What the exercise asks:
The answer should be each line of the records that contains the word "takes"; please copy them all.
>>>
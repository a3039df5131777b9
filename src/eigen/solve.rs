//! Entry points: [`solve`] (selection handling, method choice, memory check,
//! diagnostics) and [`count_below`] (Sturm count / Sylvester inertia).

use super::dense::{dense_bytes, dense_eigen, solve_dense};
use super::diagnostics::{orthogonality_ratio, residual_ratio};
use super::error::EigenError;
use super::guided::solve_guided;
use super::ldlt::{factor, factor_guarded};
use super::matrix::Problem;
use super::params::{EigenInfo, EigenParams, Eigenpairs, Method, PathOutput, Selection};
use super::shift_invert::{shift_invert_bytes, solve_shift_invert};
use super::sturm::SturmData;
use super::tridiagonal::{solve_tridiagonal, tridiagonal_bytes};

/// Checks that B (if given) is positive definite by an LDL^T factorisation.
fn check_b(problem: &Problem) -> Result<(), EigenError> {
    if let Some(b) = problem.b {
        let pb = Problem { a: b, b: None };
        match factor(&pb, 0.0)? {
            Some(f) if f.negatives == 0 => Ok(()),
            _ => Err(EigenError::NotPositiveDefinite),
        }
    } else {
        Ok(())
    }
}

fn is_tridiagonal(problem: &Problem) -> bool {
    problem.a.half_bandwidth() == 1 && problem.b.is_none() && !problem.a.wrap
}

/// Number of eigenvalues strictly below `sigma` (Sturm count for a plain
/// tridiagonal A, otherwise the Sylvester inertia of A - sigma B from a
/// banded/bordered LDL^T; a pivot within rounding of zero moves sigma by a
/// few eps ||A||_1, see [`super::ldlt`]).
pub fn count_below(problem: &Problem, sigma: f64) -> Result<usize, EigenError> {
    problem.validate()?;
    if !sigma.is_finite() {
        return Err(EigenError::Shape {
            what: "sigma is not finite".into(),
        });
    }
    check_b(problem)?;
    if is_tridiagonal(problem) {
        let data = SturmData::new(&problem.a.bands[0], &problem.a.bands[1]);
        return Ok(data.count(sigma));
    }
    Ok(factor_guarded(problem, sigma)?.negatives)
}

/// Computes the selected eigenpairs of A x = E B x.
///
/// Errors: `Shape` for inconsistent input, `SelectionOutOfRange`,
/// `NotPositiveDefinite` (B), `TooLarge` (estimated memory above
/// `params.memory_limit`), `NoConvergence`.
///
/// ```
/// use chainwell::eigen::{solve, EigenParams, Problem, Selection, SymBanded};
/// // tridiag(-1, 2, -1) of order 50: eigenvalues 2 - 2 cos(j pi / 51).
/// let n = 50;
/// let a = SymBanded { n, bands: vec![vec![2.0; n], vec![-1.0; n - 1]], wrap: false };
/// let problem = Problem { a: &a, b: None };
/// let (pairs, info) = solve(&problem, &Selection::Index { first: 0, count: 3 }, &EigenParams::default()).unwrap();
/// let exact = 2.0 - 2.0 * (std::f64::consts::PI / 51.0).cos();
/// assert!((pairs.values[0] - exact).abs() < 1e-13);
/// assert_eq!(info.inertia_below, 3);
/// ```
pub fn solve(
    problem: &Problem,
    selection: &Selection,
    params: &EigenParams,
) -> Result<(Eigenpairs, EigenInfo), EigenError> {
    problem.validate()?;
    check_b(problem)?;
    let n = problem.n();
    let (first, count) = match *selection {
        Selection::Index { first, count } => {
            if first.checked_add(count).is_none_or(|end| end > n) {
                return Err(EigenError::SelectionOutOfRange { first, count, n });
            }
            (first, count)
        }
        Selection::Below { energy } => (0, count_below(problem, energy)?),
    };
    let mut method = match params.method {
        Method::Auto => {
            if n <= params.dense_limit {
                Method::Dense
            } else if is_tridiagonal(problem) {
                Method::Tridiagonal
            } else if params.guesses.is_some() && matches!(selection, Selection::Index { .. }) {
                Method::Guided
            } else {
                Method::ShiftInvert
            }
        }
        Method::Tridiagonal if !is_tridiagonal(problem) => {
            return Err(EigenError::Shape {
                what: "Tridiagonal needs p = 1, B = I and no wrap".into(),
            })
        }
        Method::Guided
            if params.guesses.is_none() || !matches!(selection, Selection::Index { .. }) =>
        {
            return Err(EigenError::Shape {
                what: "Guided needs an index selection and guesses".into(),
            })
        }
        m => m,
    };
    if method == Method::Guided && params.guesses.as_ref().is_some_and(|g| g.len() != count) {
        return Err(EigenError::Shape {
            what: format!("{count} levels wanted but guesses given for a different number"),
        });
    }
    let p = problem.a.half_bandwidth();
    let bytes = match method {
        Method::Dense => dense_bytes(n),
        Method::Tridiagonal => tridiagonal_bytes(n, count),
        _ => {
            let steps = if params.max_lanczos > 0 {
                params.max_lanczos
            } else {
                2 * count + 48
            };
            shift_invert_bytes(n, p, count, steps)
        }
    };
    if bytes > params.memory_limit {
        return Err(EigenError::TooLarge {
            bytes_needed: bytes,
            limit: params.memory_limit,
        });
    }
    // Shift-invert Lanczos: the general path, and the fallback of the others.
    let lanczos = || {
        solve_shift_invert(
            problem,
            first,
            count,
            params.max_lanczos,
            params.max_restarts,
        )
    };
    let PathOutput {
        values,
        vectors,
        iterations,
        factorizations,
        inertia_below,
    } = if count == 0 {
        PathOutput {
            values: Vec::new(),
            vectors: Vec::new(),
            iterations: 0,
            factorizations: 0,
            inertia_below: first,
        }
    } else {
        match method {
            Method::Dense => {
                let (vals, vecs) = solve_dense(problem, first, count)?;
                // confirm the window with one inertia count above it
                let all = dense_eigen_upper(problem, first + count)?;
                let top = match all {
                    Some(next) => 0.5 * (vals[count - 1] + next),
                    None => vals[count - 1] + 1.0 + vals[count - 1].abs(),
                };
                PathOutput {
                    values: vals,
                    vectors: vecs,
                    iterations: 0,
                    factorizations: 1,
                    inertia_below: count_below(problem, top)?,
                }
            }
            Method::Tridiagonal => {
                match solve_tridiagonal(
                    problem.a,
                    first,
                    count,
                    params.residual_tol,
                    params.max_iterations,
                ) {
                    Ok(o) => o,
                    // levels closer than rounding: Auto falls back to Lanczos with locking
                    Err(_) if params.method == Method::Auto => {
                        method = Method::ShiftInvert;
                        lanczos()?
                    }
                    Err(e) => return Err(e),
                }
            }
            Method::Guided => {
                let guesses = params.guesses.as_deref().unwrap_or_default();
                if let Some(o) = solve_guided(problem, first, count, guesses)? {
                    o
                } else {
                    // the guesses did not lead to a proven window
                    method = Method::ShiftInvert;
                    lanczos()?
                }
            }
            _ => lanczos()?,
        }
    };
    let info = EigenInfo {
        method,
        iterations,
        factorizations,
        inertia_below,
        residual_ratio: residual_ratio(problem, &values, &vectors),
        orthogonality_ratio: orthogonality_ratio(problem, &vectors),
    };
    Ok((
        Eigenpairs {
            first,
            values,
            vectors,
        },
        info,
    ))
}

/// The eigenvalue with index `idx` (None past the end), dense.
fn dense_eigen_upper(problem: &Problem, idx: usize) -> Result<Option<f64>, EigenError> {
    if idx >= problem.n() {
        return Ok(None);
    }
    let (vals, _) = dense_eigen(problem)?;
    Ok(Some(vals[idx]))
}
<<<
>>>
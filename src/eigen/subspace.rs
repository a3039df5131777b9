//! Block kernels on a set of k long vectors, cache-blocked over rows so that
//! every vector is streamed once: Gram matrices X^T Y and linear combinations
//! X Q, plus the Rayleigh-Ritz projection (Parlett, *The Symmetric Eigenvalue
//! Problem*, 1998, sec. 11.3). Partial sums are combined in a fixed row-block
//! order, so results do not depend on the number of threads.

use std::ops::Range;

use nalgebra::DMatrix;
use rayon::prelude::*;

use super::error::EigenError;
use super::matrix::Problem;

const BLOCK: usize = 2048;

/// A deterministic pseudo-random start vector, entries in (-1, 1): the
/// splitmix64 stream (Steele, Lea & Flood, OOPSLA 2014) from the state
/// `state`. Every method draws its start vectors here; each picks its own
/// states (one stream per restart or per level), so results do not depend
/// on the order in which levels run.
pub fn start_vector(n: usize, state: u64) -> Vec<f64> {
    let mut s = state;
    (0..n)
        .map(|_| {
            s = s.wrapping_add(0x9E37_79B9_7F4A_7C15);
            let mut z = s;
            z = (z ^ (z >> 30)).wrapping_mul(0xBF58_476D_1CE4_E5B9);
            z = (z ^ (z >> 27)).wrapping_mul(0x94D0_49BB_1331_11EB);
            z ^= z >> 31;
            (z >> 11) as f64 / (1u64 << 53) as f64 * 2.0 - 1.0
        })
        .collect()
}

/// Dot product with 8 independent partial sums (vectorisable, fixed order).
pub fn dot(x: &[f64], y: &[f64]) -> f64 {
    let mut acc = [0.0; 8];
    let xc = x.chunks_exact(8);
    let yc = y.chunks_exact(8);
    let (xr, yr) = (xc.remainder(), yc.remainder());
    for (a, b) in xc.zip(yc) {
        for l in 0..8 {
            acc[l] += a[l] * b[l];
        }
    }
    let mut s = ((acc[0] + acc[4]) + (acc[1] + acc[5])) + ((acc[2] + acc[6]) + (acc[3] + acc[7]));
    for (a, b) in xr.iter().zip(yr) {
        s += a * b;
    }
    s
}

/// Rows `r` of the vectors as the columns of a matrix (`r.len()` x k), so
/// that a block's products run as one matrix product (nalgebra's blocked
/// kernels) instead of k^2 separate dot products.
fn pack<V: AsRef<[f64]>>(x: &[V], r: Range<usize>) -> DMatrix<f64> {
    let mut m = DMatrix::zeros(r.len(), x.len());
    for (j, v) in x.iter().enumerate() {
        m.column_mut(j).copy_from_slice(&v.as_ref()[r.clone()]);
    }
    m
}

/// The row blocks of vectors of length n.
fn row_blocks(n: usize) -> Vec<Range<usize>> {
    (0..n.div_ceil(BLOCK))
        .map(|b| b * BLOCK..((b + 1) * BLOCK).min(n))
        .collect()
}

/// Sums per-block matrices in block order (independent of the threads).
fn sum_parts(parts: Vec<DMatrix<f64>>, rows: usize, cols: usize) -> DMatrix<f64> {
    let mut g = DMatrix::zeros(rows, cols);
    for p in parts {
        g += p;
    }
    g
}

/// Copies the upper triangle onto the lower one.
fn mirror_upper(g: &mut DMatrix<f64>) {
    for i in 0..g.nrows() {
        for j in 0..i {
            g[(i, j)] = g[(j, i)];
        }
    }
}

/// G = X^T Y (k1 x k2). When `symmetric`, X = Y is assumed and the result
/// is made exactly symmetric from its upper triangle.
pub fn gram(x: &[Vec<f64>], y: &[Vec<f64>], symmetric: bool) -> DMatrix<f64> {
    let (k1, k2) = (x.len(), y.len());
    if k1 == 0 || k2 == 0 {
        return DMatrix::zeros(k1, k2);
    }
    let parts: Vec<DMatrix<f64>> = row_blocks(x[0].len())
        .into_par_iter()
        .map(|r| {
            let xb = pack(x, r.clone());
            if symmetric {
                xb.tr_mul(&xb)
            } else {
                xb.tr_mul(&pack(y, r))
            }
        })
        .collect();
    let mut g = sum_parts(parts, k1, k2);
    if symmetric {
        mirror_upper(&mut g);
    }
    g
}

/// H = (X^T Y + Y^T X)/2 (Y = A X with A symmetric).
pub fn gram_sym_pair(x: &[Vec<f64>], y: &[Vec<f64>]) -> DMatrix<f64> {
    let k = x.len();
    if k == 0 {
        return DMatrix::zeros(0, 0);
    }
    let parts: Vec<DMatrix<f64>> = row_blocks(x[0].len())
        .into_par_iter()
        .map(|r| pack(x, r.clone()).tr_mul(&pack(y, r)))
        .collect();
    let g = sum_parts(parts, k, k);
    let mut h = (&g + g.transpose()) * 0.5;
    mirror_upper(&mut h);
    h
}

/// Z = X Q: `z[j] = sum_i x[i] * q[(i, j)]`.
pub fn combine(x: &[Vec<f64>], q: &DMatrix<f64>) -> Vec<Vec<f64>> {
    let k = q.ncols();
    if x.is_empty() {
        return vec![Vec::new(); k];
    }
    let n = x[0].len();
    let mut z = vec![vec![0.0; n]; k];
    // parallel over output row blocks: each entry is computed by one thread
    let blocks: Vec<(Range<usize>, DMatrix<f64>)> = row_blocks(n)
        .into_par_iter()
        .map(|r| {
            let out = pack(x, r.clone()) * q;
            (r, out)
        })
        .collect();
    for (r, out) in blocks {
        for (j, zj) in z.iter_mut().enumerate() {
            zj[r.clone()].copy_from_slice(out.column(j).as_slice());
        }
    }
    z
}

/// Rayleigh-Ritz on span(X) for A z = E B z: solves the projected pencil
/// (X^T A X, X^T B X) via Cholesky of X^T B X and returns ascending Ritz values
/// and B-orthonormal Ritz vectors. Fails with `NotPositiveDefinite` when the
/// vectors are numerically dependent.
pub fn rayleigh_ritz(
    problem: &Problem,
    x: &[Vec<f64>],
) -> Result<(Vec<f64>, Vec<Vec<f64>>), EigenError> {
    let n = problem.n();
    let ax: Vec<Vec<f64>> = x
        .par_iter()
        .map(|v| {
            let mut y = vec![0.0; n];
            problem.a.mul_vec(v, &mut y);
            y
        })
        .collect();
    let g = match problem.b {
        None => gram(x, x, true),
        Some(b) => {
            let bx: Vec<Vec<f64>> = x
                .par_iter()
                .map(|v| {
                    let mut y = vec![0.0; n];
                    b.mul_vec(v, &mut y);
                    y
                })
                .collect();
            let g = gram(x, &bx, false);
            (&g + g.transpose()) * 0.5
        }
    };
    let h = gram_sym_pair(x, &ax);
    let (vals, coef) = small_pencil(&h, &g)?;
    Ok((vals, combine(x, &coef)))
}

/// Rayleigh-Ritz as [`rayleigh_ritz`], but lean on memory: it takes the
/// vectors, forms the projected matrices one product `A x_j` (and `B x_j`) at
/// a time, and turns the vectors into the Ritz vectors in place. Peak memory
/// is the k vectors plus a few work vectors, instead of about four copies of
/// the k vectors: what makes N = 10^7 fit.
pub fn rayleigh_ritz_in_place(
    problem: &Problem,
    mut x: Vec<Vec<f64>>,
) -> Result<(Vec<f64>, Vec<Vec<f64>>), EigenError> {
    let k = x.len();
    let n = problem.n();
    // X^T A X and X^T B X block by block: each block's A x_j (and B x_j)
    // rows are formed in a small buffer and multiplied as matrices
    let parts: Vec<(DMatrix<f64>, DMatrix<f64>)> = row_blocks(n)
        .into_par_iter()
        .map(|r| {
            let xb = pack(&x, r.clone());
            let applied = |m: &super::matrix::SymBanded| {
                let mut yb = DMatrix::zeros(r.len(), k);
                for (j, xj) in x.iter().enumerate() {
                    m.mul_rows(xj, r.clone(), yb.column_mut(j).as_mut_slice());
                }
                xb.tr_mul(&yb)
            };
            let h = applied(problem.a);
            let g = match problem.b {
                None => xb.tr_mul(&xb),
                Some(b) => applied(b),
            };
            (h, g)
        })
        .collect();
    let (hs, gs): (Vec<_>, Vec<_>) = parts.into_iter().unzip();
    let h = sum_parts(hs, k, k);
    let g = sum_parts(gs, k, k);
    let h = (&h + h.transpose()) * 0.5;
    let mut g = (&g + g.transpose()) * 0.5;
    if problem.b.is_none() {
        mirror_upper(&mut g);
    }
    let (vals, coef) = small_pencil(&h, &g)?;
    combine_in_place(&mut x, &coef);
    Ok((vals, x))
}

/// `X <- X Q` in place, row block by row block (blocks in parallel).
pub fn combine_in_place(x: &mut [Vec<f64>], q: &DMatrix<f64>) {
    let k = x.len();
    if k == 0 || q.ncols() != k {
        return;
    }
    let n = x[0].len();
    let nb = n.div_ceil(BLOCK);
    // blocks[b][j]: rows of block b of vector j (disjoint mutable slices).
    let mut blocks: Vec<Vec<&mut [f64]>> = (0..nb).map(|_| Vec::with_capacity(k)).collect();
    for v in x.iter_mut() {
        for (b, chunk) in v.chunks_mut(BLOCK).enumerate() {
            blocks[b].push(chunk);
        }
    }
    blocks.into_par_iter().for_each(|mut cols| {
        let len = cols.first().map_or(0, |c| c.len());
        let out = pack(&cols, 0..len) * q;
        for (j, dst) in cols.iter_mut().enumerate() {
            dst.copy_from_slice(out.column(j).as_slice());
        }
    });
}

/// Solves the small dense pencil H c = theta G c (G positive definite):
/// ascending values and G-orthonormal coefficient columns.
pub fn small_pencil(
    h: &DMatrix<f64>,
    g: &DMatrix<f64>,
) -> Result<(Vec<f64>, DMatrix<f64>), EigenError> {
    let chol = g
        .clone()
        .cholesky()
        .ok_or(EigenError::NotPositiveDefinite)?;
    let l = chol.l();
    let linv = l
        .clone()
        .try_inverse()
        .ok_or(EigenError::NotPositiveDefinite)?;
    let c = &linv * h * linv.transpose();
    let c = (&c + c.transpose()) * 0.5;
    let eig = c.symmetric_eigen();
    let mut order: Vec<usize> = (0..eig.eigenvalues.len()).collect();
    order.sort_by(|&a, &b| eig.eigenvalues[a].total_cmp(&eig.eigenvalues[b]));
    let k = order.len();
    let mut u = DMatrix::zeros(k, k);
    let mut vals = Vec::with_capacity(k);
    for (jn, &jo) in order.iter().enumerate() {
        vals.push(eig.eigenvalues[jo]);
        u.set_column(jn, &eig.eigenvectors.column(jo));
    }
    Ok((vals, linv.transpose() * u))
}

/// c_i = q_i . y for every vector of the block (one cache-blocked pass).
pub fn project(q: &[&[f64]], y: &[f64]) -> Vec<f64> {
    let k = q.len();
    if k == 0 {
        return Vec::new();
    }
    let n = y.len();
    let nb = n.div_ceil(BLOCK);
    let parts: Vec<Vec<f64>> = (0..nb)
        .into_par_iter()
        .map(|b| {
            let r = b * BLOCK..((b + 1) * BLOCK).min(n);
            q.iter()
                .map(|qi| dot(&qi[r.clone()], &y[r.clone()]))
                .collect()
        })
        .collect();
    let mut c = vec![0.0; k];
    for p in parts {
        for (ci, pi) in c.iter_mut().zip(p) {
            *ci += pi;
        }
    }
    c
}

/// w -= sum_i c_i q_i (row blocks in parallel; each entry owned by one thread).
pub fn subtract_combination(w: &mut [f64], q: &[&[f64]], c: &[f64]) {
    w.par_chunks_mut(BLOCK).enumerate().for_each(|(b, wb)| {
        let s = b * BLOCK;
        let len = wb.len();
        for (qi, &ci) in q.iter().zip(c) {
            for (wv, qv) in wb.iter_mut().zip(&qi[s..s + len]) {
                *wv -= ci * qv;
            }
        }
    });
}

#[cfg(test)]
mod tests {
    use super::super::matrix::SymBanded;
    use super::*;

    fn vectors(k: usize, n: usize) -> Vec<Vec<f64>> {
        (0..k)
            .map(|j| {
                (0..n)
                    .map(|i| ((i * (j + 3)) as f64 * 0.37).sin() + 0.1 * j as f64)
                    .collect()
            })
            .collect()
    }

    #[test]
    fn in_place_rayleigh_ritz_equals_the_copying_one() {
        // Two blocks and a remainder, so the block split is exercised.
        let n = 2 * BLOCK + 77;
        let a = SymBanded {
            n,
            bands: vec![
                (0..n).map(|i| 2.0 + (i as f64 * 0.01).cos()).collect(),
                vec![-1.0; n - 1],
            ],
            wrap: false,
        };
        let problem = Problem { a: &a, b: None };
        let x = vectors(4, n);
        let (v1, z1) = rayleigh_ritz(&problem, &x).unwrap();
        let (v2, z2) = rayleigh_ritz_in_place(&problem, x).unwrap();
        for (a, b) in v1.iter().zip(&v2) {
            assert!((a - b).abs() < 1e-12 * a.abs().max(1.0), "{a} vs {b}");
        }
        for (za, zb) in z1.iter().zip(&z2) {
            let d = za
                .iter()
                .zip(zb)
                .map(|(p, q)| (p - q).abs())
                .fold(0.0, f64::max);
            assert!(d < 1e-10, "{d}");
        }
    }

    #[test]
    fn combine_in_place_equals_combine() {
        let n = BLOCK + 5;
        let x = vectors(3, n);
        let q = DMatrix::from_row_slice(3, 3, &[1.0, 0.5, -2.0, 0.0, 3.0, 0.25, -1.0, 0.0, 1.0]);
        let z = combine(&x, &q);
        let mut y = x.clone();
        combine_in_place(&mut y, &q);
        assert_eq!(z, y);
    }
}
<<<
>>>
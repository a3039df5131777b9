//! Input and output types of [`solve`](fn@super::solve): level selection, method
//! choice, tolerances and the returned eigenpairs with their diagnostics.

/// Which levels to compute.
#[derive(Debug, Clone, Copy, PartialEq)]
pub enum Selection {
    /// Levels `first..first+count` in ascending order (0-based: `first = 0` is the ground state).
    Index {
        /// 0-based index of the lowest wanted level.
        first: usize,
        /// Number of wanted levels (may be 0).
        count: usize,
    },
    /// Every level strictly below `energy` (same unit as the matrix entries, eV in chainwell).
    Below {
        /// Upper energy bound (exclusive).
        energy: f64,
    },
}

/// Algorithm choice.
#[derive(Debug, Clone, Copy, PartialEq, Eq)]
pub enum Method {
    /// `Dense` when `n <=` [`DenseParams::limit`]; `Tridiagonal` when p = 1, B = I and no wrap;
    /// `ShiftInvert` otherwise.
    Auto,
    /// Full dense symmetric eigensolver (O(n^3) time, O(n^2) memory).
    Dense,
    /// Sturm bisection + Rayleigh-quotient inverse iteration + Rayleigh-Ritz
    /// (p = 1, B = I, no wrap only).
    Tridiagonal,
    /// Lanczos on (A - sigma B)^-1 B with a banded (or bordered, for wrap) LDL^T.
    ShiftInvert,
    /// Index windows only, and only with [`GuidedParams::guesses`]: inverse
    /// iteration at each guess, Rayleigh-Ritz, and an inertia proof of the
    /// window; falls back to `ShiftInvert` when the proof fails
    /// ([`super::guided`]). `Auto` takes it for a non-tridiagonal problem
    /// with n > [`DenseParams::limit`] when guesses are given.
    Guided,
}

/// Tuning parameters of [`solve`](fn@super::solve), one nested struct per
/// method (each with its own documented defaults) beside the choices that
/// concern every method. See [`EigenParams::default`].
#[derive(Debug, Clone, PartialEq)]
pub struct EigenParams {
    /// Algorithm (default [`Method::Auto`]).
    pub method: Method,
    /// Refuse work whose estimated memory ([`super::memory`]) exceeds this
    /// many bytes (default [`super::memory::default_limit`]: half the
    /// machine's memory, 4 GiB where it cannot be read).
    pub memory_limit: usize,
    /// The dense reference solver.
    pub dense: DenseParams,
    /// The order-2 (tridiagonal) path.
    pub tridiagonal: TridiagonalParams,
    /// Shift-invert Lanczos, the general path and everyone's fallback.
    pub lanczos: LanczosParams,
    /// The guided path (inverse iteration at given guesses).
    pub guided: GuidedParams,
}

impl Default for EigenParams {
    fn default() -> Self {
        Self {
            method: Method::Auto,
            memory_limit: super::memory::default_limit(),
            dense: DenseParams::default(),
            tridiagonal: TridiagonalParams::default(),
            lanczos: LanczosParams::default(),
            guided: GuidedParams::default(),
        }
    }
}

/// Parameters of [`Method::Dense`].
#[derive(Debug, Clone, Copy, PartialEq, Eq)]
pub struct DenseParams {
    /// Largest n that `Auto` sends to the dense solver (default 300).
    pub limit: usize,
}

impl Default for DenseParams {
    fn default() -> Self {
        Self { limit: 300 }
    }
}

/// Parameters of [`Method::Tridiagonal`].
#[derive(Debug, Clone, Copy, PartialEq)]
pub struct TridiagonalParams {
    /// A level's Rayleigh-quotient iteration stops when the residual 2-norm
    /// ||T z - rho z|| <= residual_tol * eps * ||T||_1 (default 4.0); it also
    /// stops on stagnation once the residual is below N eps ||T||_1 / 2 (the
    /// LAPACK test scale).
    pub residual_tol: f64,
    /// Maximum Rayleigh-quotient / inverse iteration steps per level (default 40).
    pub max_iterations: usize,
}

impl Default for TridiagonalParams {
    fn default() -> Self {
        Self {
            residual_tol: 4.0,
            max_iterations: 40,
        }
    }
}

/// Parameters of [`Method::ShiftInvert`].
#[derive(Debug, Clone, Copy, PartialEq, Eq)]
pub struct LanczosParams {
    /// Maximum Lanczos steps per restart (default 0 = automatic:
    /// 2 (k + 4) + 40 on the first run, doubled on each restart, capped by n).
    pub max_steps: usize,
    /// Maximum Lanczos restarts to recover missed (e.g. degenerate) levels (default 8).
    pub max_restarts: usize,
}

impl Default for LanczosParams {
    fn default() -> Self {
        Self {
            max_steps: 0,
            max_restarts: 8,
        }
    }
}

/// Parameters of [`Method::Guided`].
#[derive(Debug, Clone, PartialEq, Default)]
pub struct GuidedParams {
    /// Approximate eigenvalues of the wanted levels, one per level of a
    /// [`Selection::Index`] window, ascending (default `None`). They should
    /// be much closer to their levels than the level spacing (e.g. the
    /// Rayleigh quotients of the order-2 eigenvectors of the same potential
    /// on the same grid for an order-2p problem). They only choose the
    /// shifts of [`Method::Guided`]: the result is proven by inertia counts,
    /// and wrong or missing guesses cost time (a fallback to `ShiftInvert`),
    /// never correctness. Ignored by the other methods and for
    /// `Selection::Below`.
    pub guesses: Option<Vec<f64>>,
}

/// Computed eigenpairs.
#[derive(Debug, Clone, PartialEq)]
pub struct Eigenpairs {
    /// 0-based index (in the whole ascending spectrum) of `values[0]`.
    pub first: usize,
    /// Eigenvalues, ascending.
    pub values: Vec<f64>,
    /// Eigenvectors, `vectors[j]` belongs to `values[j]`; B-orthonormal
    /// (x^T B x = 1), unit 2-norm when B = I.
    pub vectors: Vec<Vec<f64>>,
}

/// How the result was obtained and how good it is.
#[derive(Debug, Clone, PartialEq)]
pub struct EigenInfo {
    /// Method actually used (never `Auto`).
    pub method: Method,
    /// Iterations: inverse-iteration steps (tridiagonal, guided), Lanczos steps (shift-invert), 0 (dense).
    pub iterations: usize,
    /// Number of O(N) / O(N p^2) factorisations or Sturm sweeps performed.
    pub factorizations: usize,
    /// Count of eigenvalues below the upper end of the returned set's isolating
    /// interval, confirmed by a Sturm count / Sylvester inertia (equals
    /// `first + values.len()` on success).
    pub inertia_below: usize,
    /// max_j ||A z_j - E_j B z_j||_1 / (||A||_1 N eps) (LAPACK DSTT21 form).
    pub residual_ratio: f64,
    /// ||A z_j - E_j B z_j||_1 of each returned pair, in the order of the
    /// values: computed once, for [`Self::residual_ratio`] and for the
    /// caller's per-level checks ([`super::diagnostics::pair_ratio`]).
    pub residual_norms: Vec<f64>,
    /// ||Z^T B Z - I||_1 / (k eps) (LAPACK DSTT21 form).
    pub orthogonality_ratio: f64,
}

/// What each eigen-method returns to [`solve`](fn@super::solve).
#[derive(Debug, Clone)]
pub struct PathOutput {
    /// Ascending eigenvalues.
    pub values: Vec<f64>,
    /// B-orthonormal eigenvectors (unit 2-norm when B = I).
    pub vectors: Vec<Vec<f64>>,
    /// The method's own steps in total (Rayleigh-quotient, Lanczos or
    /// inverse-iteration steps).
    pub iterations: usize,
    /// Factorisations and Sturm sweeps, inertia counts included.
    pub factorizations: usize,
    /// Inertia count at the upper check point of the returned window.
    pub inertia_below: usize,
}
<<<
Task output:
/// Rayleigh-Ritz as [`rayleigh_ritz`], but lean on memory: it takes the
    /// ([`super::guided`]). `Auto` takes it for a non-tridiagonal problem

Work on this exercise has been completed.